Plecas later told The Province that he initially had no desire to be speaker, but changed his mind after concluding that there was no basis for Liberal claims that an NDP minority government supported by the Greens would be illegitimate. He said that with his earlier experience as a prison judge, he had the ability to be "impartial in difficult circumstances".

===Legislative Assembly corruption scandal===
In the year after being appointed speaker, Plecas grew suspicious of the conduct of two permanent officers of the BC Legislative Assembly: Clerk Craig James and Sergeant-at-Arms Gary Lenz.

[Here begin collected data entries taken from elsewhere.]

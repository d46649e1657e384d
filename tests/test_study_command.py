import sqlite3
from pathlib import Path

import pytest

import femag as fm
from femag import cli
from femag.study import Progress
from femag.study_command import _lines, in_words

DESIGN = """
[core]
size = "P 26/16"
material = { permeability = 2000 }
[[gap]]
length = "0.5 mm"
[[winding]]
turns = 50
[solve]
tolerance = 0.1
"""
STUDY = """
title = "three gaps"
base = "base.toml"
keep = ["inductance", "al_value", "fringing_factor", "hand"]
[axes]
"gap.length" = ["0.3 mm", "1 mm", "12 mm"]
"""


@pytest.fixture
def study(tmp_path: Path) -> Path:
    (tmp_path / "base.toml").write_text(DESIGN)
    (tmp_path / "study.toml").write_text(STUDY)
    return tmp_path / "study.toml"


def run(capsys: pytest.CaptureFixture[str], *arguments: object) -> tuple[int, str, str]:
    code = cli.main(["study", *map(str, arguments)])
    captured = capsys.readouterr()
    return code, captured.out, captured.err


def test_a_study_is_solved_kept_tabulated_and_drawn(
    study: Path, tmp_path: Path, capsys: pytest.CaptureFixture[str]
) -> None:
    store, table = tmp_path / "runs.sqlite", tmp_path / "out.csv"
    arguments = (study, "--store", store, "--workers", 1, "--limit", "60 s")
    code, out, err = run(capsys, *arguments, "--table", table)
    assert code == 0
    assert "2 of 3 cases done, 1 failed" in out
    assert "the gap is longer than the post" in out
    assert max(len(line) for line in out.splitlines() if "/" not in line) <= 80
    assert err.splitlines()[-1].startswith("3 of 3, 1 failed, ")
    first = table.read_bytes()
    head, *rows = first.decode().splitlines()
    assert head.startswith("case,state,reason,gap.length [m],shape.gap [m],")
    solved = fm.solve(fm.read_design(study.with_name("base.toml")), current=1.0)
    assert f",{fm.read_table(store).columns['inductance.value'][0]!r}," in rows[0]
    assert solved.inductance.value < fm.read_table(store).columns["inductance.value"][0]

    folder = tmp_path / "charts"
    code, out, err = run(capsys, "--store", store, "--table", table, "--charts", folder)
    assert (code, err) == (0, "")
    assert table.read_bytes() == first
    names = sorted(file.name for file in folder.iterdir())
    assert names == sorted(
        f"{chart}.{ending}"
        for chart in ("al", "fringing", "hand-errors")
        for ending in ("csv", "png", "svg")
    )


@pytest.mark.slow
def test_retry_solves_failed_cases_only(study: Path, capsys: pytest.CaptureFixture[str]) -> None:
    store = study.with_name("runs.sqlite")
    run(capsys, study, "--store", store, "--workers", 1)
    code, _, err = run(capsys, study, "--store", store, "--retry", "--workers", 1)
    assert (code, err.splitlines()[0]) == (0, "2 of 3, 0 failed")
    with sqlite3.connect(store) as connection:
        attempts = connection.execute("SELECT attempts FROM cases ORDER BY number").fetchall()
    connection.close()
    assert attempts == [(1,), (1,), (2,)]


@pytest.mark.parametrize(
    ("arguments", "text"),
    [
        (["{study}"], "--store"),
        (["--store", "none.sqlite"], "none.sqlite: is not there"),
        (["--store", "{study}"], "is no study store"),
        (["none.toml", "--store", "{folder}/r.sqlite"], "none.toml: cannot be read"),
        (["{study}", "--store", "{folder}/no/r.sqlite"], "the folder is not there"),
        (
            ["{study}", "--store", "{folder}/r.sqlite", "--table", "t.xls"],
            "t.xls: no format of a table; accepted: an ending of .csv, .parquet, .nc",
        ),
        (
            ["{study}", "--store", "{folder}/r.sqlite", "--table", "{folder}/no/t.csv"],
            "cannot be written",
        ),
        (["{study}", "--store", "{folder}/r.sqlite", "--charts", "{study}"], "is no folder"),
        (
            ["{study}", "--store", "{folder}/r.sqlite", "--limit", "60"],
            "--limit = '60': the unit is missing",
        ),
        (
            ["{study}", "--store", "{folder}/r.sqlite", "--limit", "0 s"],
            "limit = 0.0: cannot be kept",
        ),
        (
            ["{study}", "--store", "{folder}/r.sqlite", "--cluster", "tcp://x:1", "--limit", "1 s"],
            "--cluster",
        ),
        (["--store", "{folder}/r.sqlite", "--workers", "2"], "--workers: needs a study file"),
        (["--store", "{folder}/r.sqlite", "--retry"], "--retry: needs a study file"),
    ],
)
def test_bad_input_is_one_line(
    study: Path, capsys: pytest.CaptureFixture[str], arguments: list[str], text: str
) -> None:
    filled = [part.format(study=study, folder=study.parent) for part in arguments]
    code, out, err = run(capsys, *filled)
    assert (code, out) == (2, "")
    assert text in err
    assert len(err.splitlines()) == 1


def test_a_study_without_a_case_that_could_be_solved_fails(
    study: Path, capsys: pytest.CaptureFixture[str]
) -> None:
    study.write_text(STUDY.replace('"0.3 mm", "1 mm", ', ""))
    code, _, err = run(capsys, study, "--store", study.with_name("r.sqlite"))
    assert code == 2
    assert "none of the 1 cases is a design; the first: " in err
    assert not list(study.parent.glob("r.sqlite*"))


@pytest.mark.parametrize(
    ("suffix", "library"), [(".parquet", "pandas"), (".parquet", "pyarrow"), (".nc", "xarray")]
)
def test_a_missing_library_is_said_before_the_work(
    study: Path, capsys: pytest.CaptureFixture[str], monkeypatch: pytest.MonkeyPatch,
    suffix: str, library: str,
) -> None:  # fmt: skip
    monkeypatch.setitem(__import__("sys").modules, library, None)
    store = study.with_name("runs.sqlite")
    code, _, err = run(capsys, study, "--store", store, "--table", study.with_name(f"t{suffix}"))
    assert code == 3
    assert err == f"gapfield: {library} is not installed: pip install 'gapfield[tables]'\n"
    assert not store.exists()


def test_a_missing_cluster_library_is_said(
    study: Path, capsys: pytest.CaptureFixture[str], monkeypatch: pytest.MonkeyPatch
) -> None:
    monkeypatch.setitem(__import__("sys").modules, "distributed", None)
    code, _, err = run(
        capsys, study, "--store", study.with_name("r.sqlite"), "--cluster", "tcp://127.0.0.1:1"
    )
    assert code == 3
    assert err == "gapfield: dask.distributed is not installed: pip install 'gapfield[cluster]'\n"


def test_progress_says_done_failed_rate_and_time_left() -> None:
    state = Progress(done=90, failed=10, total=4000, here=50, seconds=10.0)
    assert in_words(state) == "100 of 4000, 10 failed, 5 a second, 13:00 left"
    assert in_words(Progress(0, 0, 10, 0, 0.0)) == "0 of 10, 0 failed"
    stopping = Progress(5, 0, 10, 5, 1.0, stopping=True)
    assert in_words(stopping) == "5 of 10, finishing what is in flight; Ctrl-C again stops now"


def test_lines_say_at_once_that_a_run_is_stopping(capsys: pytest.CaptureFixture[str]) -> None:
    show = _lines()
    for stopping in (False, False, True, True):
        show(Progress(5, 0, 10, 5, 1.0, stopping))
    assert [line.split(",")[1] for line in capsys.readouterr().err.splitlines()] == [
        " 0 failed", " finishing what is in flight; Ctrl-C again stops now"
    ]  # fmt: skip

He brought the matter before the Legislative Assembly Management Committee (LAMC), who urged the speaker to publicize the corruption claims. The alleged crimes were reported to the Royal Canadian Mounted Police prior to the report's publication. A criminal investigation was launched by the RCMP. The preliminary report on the issue was published on January 21, 2019.

The Plecas Report cited expenses "in the range of a million dollars" to the Legislative Assembly for personal use, in the period of 20 months between April 2017 and December 2018. James and Lenz charged the legislature for a variety of luxury goods and inappropriate travel costs. They were also accused of questionably awarding themselves hundreds of thousands of dollars in employment benefits (e.g. retirement allowances and life insurance). Plecas raised concern about employer malpractice by James and Lenz, and attempts to conceal information related to their high expenditures. James in particular was noted for the theft of alcohol, and the contents of departing Premier Christy Clark's parliamentary vault.

James and Lenz denied the allegations of the report, and both submitted a written defense to the LAMC. James retired in May 2019, after an external administrative report conducted by former Supreme Court justice Beverly McLachlin determined his actions amounted to professional misconduct in several areas. Though the same report did not substantiate claims of misconduct by Lenz, a subsequent external investigation found he had lied during the McLachlin investigation, and that he had further neglected his duties as outlined by the Police Act. Shown a copy of the report days before its public release, Lenz resigned.

==Electoral record==
=== 2017 election ===

v; t; e; 2017 British Columbia general election: Abbotsford South
Party: Candidate; Votes; %; ±%; Expenditures
Liberal; Darryl Plecas; 11,683; 52.48; +4.74; $64,989
New Democratic; Jasleen Arora; 6,297; 28.29; +7.28; $2,892
Green; William Aird Flavelle; 3,338; 15.00; –; $1,673
Christian Heritage; Ron Gray; 942; 4.23; –; $686
Total valid votes: 22,260; 100.00
Total rejected ballots: 174; 0.78
Turnout: 22,434; 54.71
Liberal hold; Swing; +5.08
Source: Elections BC

=== 2013 election ===

v; t; e; 2013 British Columbia general election: Abbotsford South
Party: Candidate; Votes; %; ±%
Liberal; Darryl Plecas; 9,564; 47.74; −10.73
Independent; John van Dongen; 5,587; 27.89; –30.58
New Democratic; Lakhvinder Jhaj; 4,210; 21.01; –4.64
Marijuana; Steve Finlay; 417; 2.08; –
Excalibur; Patricia Smith; 256; 1.28; –
Total valid votes: 20,032; 100.00
Total rejected ballots: 202; 1.00
Turnout: 20,234; 55.77
Liberal hold; Swing
Net change for van Dongen is in comparison to his 2009 vote percentage. Net change for Plecas is in comparison to the 2009 Liberal vote percentage; in other words the same basis as van Dongen.